* Material provided *

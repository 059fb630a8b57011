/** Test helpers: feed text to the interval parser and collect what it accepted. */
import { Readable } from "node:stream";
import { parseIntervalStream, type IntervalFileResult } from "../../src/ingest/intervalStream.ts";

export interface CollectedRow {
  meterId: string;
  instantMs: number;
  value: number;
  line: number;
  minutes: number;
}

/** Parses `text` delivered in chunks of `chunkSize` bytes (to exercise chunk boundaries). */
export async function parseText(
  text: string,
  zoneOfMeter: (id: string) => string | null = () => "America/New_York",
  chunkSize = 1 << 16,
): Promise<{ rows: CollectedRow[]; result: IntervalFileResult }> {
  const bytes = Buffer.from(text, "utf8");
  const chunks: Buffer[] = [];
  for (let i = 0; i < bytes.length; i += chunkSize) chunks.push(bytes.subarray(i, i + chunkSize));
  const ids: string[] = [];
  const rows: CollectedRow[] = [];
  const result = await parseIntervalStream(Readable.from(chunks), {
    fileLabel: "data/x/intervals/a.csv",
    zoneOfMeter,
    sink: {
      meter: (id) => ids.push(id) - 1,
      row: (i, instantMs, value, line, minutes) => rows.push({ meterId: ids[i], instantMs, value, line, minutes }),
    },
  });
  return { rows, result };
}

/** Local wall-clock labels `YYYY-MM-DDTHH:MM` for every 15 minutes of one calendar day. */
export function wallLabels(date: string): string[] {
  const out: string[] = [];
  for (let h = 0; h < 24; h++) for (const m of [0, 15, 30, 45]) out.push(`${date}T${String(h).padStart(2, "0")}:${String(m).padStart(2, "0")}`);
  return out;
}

* Assigned task *
Report back each line of the entries that holds the string "IntervalFileResult".

* Response *
import { parseIntervalStream, type IntervalFileResult } from "../../src/ingest/intervalStream.ts";
): Promise<{ rows: CollectedRow[]; result: IntervalFileResult }> {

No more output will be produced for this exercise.